Industrial sculptor to be honoured at University awards ceremony


A sculptor who takes his inspiration from the West Midlands’ industrial heritage isamong the outstanding former students who will be honoured at Birmingham City University’s forthcoming graduation ceremonies.

Luke Perry graduated with a BA (Hons) degree in Fine Art in 2005 and is being honoured as one of the University’s Alumni of the Year in the Excellence in Sport or the Arts category.

With a passion for art and engineering, Luke uses his expertise in both fields to design and build large-scale sculptures that celebrate the Midlands’ industrial heritage. He is founder and director of Industrial Heritage Stronghold, a not-for-profit organisation which aims to “build Public Artworks which celebrate our industrial heritage in a very real way”.

His family runs a chain and rigging manufacturing company which has been in operation for over 100 years, and is one of the last remaining factories that still makes bespoke chains of the size that would have been used on the Titanic. Combining his family history with his own creative expertise, it was a natural choice for Luke to specialise in large-scale public art which reflects Britain’s industrial heritage.

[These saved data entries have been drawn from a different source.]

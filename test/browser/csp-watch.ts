// Watching a page for Content-Security-Policy violations and for anything Chromium logs as an error (console
// messages, and the Log domain, where header parse errors such as an unknown Permissions-Policy feature land).
import type { Page } from 'playwright-core';

export interface Violation {
  directive: string;
  blocked: string;
  /** The policy that was violated: the page's <meta> has no report-uri, the server's header has one. */
  policy: string;
}

declare global {
  interface Window {
    __violations?: Violation[];
    __xss?: unknown;
  }
}

/** Installs the listener before any of the page's own scripts run, in every document the page loads. */
export async function watchViolations(page: Page): Promise<void> {
  await page.addInitScript(() => {
    window.__violations = [];
    document.addEventListener('securitypolicyviolation', (e) => {
      window.__violations!.push({ directive: e.effectiveDirective, blocked: e.blockedURI, policy: e.originalPolicy });
    });
  });
}

export function violations(page: Page): Promise<Violation[]> {
  return page.evaluate(() => window.__violations ?? []);
}

/** Everything Chromium logs at error level through the DevTools Log domain (browser-side messages). */
export async function collectLogErrors(page: Page): Promise<string[]> {
  const entries: string[] = [];
  const cdp = await page.context().newCDPSession(page);
  cdp.on('Log.entryAdded', ({ entry }) => {
    if (entry.level === 'error') entries.push(`${entry.source}: ${entry.text}${entry.url ? ` (${entry.url})` : ''}`);
  });
  await cdp.send('Log.enable');
  return entries;
}

/**
 * Follows every in-app link (#/…) from the main screens, breadth first, and waits on each screen until nothing
 * is loading. Returns the addresses visited.
 */
export async function walkEveryScreen(page: Page): Promise<{ visited: string[]; elements: Set<string> }> {
  const queue = ['#/day', '#/day/new', '#/plan', '#/specimens', '#/specimens/new', '#/log', '#/send', '#/settings'];
  const seen = new Set(queue);
  const visited: string[] = [];
  const elements = new Set<string>();
  while (queue.length && visited.length < 80) {
    const hash = queue.shift()!;
    await page.evaluate((h) => (location.hash = h), hash);
    await page.waitForFunction(() => {
      const main = document.querySelector('main');
      return main !== null && main.childElementCount > 0 && !/Loading/.test(main.textContent ?? '');
    }, undefined, { timeout: 30_000 });
    visited.push(hash);
    // A screen fills in from the store after its first render (the log's list of days, for one): read its links
    // once they have stopped changing, not at the first paint.
    const readLinks = () => page.evaluate(() => [...document.querySelectorAll('a[href^="#/"]')].map((a) => a.getAttribute('href')!).join('\n'));
    let before = await readLinks();
    for (let i = 0; i < 20; i++) {
      await page.waitForTimeout(150);
      const now = await readLinks();
      if (now === before && i >= 2) break;
      before = now;
    }
    const links = before.split('\n').filter(Boolean);
    const rendered = await page.evaluate(() => [...document.querySelectorAll('main *')].map((e) => e.localName).filter((n) => n.startsWith('pl-') && (document.querySelector(n)?.shadowRoot?.childElementCount ?? 0) > 0));
    for (const name of rendered) elements.add(name);
    for (const link of links) {
      if (!seen.has(link)) {
        seen.add(link);
        queue.push(link);
      }
    }
  }
  return { visited, elements };
}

As his reputation has grown, Luke is now often called on to create public art as part of new developments, but he also spends time himself looking at potential schemes where he can get involved. Community involvement is a priority for Luke, and he always begins projects by asking local people what they will like to see – which he believes has helped his installations to become accepted and valued by those who live nearby.

The past year has been his busiest yet, with projects during 2011 including designing, building and installing 37 sculptural installations for the Dudley No2 Canal, being commissioned to design and install the Chainmakers Monument in Cradley Heath and design the landscaping for the surrounding park, and being appointed by Wates Developments as consultant for the Dudley Guest New Village development.

He said: “I’m just so lucky to be able to do what I love as a career, which isn’t something everyone gets the chance to do. I’m always learning and there are people I work with who know far more than me, so I really feel very humbled that people have seen fit to recognise my work in this way.”